» **Exercise**: From the records below, copy the lines that include "have".

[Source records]
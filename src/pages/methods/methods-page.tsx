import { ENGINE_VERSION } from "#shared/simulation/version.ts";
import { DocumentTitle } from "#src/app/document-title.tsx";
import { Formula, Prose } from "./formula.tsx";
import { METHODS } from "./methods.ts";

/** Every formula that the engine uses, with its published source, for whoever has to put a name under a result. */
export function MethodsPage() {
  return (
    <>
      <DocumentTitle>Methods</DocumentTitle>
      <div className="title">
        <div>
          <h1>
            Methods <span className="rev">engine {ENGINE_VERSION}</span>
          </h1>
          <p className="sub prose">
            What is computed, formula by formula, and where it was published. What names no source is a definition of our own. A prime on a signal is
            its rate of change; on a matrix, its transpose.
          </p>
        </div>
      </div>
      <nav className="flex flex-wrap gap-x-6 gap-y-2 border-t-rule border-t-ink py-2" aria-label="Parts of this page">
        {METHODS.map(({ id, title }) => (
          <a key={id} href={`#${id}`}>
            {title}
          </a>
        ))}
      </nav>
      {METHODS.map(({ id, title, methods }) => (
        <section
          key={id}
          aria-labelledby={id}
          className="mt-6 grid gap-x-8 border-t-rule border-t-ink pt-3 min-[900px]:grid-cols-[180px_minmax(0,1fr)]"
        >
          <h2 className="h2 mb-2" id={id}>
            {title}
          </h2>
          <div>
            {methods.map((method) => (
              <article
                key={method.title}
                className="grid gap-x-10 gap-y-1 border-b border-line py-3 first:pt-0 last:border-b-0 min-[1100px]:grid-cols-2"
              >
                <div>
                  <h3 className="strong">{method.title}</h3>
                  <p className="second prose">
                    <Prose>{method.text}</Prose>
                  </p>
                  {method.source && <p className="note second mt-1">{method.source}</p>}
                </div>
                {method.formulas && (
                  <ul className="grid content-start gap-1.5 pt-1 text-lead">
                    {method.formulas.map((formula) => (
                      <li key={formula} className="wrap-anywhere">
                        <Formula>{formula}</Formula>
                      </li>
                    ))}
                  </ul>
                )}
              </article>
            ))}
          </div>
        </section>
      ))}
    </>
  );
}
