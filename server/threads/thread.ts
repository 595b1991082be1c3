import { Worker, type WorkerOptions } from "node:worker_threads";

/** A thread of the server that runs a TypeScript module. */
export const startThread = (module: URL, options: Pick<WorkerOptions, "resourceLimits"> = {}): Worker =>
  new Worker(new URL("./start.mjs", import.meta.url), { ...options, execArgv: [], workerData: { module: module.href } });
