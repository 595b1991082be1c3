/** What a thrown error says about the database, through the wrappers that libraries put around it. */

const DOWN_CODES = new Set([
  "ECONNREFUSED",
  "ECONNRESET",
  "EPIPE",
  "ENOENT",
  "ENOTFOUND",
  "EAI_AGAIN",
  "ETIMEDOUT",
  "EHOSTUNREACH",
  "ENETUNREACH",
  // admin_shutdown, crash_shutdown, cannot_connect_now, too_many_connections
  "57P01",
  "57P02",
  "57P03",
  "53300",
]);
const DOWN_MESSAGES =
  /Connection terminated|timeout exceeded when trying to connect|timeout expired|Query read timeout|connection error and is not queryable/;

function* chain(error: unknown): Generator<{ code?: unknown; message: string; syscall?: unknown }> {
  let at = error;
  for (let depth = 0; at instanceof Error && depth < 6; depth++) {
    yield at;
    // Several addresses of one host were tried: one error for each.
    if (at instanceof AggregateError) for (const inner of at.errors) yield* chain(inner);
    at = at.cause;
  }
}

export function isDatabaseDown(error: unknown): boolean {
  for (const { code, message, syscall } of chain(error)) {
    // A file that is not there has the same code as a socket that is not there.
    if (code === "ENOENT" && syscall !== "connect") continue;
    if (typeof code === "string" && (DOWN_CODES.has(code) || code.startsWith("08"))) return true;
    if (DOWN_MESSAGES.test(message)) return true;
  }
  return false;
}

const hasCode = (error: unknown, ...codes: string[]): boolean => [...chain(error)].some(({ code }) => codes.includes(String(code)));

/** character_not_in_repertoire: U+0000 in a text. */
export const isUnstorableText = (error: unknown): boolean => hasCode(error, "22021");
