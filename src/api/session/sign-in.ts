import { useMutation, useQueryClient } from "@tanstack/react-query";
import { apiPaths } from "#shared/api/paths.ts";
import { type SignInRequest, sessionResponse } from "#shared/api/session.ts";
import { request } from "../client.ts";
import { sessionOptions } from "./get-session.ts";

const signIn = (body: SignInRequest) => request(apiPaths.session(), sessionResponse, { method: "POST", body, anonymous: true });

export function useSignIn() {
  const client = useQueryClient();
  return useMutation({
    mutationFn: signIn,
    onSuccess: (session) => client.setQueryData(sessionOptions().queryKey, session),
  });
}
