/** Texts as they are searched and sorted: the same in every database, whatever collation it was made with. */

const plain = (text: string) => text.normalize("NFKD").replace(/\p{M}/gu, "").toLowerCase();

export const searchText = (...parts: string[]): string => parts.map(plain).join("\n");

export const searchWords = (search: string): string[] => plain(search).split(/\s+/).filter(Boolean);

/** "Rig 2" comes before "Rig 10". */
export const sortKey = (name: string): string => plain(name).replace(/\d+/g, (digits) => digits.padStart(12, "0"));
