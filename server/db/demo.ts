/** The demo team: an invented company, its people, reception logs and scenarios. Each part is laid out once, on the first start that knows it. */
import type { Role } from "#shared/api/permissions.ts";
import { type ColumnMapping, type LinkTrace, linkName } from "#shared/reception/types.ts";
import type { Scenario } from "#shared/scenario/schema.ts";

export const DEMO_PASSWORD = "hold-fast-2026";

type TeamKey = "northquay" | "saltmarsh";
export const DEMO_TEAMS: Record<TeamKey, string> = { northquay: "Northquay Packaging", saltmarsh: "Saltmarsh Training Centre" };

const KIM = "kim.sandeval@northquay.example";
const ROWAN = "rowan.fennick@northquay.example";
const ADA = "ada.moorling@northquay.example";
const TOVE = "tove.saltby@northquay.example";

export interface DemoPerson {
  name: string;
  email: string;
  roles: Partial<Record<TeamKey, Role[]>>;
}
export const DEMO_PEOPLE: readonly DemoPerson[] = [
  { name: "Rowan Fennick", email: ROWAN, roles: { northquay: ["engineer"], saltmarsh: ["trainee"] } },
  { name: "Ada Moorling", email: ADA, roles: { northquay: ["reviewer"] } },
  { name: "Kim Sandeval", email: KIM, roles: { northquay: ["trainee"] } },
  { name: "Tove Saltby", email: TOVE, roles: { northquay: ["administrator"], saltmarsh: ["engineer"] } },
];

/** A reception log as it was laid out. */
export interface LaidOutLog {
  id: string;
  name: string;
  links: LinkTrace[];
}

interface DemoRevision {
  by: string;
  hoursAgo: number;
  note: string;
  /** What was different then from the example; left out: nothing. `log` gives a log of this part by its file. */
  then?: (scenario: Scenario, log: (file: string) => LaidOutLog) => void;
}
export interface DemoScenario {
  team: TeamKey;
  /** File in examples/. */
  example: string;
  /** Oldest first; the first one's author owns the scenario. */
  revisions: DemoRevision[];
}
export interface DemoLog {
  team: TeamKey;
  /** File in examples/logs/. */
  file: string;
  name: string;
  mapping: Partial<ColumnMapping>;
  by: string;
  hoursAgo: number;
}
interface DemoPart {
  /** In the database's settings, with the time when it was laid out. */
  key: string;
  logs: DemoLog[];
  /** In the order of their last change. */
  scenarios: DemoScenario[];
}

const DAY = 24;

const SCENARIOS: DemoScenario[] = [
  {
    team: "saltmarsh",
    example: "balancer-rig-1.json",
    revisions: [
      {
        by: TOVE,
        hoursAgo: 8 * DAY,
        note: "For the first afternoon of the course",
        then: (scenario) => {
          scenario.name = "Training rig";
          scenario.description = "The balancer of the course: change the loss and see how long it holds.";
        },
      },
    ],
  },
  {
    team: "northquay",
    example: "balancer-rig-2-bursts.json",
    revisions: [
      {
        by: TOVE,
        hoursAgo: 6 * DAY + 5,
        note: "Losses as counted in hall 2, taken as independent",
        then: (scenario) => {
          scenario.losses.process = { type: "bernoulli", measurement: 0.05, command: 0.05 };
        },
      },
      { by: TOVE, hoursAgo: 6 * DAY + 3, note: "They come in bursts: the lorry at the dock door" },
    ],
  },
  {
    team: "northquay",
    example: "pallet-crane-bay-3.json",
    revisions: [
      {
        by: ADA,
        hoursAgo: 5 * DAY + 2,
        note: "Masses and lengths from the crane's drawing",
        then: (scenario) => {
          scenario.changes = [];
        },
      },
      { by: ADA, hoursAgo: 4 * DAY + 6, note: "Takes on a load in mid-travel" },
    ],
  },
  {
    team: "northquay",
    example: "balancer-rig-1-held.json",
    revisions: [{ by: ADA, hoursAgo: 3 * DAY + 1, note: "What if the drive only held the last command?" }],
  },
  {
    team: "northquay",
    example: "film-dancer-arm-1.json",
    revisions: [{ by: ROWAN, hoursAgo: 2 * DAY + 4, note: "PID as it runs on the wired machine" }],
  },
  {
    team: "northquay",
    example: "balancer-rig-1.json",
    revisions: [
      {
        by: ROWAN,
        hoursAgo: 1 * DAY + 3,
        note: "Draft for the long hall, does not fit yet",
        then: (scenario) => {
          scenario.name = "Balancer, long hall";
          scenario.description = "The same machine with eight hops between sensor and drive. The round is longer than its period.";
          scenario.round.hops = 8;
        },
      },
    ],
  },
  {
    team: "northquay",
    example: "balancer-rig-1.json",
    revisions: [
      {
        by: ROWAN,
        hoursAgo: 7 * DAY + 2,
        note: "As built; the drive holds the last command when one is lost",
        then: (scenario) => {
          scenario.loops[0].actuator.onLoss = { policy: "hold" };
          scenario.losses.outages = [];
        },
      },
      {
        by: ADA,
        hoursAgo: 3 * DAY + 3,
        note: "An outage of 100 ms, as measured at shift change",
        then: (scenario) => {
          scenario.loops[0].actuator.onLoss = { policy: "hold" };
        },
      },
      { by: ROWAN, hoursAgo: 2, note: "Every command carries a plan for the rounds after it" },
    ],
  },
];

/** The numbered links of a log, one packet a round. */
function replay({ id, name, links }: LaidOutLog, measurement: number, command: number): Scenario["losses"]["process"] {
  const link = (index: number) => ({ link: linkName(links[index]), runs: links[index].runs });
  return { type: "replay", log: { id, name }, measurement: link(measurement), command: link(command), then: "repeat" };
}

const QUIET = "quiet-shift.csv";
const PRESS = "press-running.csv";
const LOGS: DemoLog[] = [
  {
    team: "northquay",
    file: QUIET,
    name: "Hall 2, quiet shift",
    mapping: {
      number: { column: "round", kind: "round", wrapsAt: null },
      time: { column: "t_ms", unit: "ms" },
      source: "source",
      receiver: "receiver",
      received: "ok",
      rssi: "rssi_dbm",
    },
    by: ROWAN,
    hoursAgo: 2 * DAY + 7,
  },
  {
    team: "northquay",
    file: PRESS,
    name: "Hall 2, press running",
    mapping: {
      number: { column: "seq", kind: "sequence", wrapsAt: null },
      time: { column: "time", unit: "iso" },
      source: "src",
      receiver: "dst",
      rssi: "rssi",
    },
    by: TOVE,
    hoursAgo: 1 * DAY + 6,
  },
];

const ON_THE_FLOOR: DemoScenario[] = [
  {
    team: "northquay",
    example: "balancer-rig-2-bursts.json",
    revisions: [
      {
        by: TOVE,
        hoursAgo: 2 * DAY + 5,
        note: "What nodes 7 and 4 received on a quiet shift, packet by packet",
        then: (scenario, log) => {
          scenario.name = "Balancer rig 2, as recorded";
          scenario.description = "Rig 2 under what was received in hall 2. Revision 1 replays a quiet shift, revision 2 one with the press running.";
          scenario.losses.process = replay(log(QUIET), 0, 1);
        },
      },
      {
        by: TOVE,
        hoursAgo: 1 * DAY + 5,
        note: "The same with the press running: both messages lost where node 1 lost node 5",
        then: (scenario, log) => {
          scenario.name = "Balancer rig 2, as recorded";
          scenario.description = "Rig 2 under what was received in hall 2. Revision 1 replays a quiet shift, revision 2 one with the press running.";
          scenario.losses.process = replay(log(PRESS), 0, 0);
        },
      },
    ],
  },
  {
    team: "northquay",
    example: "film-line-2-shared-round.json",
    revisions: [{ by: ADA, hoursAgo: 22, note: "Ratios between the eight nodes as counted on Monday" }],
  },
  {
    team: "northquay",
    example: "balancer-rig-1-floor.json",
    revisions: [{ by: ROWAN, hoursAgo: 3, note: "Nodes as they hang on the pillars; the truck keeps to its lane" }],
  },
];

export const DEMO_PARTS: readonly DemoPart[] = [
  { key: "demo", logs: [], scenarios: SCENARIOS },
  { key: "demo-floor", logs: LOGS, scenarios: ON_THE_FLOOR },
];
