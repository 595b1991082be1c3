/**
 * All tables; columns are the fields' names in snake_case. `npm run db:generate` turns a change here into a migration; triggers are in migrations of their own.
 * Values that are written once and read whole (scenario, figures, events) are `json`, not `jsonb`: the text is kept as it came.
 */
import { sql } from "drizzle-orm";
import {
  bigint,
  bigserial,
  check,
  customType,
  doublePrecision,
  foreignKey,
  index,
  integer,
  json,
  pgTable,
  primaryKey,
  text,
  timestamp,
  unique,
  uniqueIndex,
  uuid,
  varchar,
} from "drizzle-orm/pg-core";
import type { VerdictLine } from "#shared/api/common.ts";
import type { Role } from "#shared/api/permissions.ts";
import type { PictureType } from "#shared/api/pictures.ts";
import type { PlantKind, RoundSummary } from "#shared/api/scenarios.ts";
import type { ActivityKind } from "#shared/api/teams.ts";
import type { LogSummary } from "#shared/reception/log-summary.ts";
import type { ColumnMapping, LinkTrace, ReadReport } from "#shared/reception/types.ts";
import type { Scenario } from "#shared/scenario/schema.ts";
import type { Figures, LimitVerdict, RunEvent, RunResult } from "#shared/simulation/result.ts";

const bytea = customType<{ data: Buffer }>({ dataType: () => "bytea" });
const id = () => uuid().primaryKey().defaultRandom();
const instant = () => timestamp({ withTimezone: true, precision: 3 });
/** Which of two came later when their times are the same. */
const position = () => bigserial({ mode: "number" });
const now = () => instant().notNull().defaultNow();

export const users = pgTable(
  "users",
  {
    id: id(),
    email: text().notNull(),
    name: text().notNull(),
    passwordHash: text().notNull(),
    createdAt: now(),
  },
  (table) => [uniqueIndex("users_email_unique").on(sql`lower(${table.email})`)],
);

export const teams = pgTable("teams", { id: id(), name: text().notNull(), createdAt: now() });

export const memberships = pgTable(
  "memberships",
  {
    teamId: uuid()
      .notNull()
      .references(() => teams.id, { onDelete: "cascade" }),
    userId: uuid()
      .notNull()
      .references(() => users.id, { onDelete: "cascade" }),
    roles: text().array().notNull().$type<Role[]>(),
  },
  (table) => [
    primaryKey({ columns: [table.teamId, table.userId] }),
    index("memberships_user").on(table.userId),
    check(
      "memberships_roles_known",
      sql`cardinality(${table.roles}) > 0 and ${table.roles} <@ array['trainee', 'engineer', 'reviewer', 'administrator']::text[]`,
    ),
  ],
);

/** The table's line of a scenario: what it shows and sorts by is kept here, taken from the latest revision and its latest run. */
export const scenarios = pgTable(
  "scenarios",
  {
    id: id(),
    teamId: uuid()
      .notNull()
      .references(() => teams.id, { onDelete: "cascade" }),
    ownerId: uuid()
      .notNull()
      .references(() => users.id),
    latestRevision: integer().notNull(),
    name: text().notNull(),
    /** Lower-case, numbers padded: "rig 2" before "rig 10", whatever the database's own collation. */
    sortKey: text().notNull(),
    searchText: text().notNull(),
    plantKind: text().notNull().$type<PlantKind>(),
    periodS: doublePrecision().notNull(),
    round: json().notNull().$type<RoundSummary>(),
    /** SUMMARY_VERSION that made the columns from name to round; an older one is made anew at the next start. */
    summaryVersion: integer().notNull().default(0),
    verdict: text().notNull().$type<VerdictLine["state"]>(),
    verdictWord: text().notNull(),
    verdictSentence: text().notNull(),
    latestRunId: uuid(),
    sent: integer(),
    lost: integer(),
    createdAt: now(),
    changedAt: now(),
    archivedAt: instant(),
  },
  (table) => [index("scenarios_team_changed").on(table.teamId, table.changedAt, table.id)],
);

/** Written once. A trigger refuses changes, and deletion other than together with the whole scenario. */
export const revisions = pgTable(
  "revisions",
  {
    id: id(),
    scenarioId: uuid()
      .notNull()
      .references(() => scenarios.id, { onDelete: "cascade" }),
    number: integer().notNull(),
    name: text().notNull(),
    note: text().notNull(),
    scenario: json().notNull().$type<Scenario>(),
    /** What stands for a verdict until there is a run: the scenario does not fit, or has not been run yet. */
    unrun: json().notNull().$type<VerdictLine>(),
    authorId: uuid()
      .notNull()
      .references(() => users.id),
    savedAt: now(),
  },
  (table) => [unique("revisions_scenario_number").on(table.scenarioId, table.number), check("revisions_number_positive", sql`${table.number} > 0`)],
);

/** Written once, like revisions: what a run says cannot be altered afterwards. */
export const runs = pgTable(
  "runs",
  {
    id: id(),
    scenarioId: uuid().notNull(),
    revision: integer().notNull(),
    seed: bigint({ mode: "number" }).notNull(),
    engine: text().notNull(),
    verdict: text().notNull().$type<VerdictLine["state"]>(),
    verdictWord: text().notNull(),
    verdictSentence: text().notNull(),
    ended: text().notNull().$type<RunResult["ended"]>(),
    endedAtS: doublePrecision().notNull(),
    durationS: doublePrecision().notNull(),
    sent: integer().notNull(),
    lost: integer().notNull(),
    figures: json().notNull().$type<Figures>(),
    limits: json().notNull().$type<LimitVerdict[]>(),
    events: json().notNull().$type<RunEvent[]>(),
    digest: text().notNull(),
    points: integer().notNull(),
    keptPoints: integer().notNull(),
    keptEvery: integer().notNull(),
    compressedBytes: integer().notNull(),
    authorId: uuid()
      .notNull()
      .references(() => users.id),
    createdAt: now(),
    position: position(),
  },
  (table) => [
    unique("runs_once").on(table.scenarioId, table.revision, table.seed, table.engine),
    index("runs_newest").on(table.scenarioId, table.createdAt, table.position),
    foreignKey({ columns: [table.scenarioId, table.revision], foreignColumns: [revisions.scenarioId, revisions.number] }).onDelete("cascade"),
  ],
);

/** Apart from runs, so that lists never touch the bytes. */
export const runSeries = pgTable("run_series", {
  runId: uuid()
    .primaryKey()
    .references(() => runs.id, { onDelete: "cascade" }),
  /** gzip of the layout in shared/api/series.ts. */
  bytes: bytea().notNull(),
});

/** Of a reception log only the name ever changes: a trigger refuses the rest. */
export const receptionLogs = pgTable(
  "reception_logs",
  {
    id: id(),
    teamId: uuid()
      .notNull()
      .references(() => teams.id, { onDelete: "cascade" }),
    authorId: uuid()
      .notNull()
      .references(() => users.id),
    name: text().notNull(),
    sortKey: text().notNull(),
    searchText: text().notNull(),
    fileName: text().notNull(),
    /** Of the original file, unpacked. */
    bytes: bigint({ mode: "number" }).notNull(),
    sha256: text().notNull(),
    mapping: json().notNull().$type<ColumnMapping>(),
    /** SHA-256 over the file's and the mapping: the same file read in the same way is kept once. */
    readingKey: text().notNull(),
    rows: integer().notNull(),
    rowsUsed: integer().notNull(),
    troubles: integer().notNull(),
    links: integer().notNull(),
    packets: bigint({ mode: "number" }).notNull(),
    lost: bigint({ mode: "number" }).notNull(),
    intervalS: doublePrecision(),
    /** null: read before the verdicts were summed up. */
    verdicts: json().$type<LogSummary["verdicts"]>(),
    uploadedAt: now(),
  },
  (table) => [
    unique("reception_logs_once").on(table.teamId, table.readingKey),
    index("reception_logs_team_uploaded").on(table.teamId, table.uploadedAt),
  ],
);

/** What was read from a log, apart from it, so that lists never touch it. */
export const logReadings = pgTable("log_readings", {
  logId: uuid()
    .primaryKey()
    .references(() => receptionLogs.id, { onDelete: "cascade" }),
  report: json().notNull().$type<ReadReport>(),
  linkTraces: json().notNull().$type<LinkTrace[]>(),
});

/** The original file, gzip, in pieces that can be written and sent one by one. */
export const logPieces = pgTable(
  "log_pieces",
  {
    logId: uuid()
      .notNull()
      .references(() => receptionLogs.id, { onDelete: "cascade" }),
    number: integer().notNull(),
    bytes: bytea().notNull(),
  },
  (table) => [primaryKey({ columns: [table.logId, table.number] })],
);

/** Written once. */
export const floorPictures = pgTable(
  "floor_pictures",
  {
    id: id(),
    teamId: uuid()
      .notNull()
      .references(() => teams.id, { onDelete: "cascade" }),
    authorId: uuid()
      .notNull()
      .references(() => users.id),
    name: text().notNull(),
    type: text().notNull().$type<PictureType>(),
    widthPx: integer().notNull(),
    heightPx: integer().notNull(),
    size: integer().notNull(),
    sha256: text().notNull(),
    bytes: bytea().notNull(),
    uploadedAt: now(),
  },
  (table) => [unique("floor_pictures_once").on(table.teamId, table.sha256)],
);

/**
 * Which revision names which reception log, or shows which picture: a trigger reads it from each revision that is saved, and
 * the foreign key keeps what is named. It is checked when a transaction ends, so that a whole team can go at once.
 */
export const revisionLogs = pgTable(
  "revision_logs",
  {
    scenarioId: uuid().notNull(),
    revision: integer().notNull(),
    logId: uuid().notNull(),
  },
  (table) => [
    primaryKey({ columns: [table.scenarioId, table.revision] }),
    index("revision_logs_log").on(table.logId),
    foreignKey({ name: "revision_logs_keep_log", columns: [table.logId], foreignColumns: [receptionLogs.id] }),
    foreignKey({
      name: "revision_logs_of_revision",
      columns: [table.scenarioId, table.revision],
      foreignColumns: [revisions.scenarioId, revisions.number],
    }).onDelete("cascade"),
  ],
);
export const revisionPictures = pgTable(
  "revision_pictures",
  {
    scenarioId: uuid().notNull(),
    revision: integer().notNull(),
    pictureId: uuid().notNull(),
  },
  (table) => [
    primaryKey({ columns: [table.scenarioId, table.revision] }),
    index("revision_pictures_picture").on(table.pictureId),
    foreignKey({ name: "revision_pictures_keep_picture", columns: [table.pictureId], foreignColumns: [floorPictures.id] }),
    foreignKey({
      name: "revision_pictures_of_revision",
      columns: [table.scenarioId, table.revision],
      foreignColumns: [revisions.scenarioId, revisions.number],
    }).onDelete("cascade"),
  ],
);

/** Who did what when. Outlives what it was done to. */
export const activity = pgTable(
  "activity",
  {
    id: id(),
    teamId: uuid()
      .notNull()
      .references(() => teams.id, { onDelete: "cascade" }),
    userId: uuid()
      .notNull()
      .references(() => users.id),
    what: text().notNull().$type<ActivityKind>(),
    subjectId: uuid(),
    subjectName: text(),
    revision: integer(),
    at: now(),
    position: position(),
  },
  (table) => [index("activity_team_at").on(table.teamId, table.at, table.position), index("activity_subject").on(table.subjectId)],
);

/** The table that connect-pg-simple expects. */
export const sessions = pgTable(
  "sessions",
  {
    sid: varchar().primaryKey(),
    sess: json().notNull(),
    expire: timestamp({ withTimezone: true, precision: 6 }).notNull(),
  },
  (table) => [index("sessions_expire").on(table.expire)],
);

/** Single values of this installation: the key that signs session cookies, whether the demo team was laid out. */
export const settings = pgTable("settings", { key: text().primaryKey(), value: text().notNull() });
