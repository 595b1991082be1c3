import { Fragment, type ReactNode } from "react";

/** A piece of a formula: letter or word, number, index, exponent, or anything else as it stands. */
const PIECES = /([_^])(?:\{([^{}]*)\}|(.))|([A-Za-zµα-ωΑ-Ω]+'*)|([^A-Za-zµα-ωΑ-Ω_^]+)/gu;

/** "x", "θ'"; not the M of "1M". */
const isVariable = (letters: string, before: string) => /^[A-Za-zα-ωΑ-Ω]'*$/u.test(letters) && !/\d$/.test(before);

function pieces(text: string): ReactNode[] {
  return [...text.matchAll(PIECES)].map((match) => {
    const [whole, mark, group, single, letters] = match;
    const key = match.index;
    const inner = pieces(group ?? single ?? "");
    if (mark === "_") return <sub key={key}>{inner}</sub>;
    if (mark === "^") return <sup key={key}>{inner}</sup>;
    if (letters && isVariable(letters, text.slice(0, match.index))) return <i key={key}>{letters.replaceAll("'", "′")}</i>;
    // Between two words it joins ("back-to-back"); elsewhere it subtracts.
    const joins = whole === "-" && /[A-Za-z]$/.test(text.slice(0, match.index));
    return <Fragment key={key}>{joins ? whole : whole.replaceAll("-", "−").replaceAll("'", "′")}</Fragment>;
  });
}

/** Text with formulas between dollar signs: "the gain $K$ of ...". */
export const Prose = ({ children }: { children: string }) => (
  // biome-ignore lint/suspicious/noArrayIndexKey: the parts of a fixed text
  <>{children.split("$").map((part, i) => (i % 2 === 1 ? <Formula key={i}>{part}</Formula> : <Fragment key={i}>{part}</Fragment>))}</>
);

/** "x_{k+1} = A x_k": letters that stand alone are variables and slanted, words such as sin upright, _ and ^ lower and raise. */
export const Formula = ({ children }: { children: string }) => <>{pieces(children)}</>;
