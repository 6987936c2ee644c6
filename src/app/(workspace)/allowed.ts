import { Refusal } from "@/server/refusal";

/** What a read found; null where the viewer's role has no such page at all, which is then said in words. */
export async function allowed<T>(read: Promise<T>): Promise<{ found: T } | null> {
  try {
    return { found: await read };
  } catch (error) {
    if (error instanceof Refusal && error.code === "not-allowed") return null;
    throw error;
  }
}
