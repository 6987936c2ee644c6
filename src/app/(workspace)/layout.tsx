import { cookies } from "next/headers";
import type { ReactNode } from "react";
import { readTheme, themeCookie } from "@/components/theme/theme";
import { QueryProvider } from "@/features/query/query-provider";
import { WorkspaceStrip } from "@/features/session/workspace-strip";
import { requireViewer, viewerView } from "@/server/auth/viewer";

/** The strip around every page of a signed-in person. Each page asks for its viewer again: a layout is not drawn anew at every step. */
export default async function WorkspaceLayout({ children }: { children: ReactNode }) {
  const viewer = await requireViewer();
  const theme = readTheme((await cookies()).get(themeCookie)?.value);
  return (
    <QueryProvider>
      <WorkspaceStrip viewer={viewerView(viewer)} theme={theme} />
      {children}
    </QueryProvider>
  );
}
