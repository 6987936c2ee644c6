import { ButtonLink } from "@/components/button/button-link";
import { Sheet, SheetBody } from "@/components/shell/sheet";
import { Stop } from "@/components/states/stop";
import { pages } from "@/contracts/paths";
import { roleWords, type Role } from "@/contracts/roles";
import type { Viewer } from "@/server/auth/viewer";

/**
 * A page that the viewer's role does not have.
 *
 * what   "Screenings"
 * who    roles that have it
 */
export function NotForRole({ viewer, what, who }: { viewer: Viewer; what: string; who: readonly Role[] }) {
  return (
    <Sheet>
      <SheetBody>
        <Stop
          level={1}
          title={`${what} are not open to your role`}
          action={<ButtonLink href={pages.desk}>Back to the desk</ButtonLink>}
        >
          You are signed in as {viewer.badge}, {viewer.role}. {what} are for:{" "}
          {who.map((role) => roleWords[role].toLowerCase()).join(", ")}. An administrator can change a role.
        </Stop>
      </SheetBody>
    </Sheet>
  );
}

» **Solution to this exercise**:
 * A page that the viewer's role does not have.
 * who    roles that have it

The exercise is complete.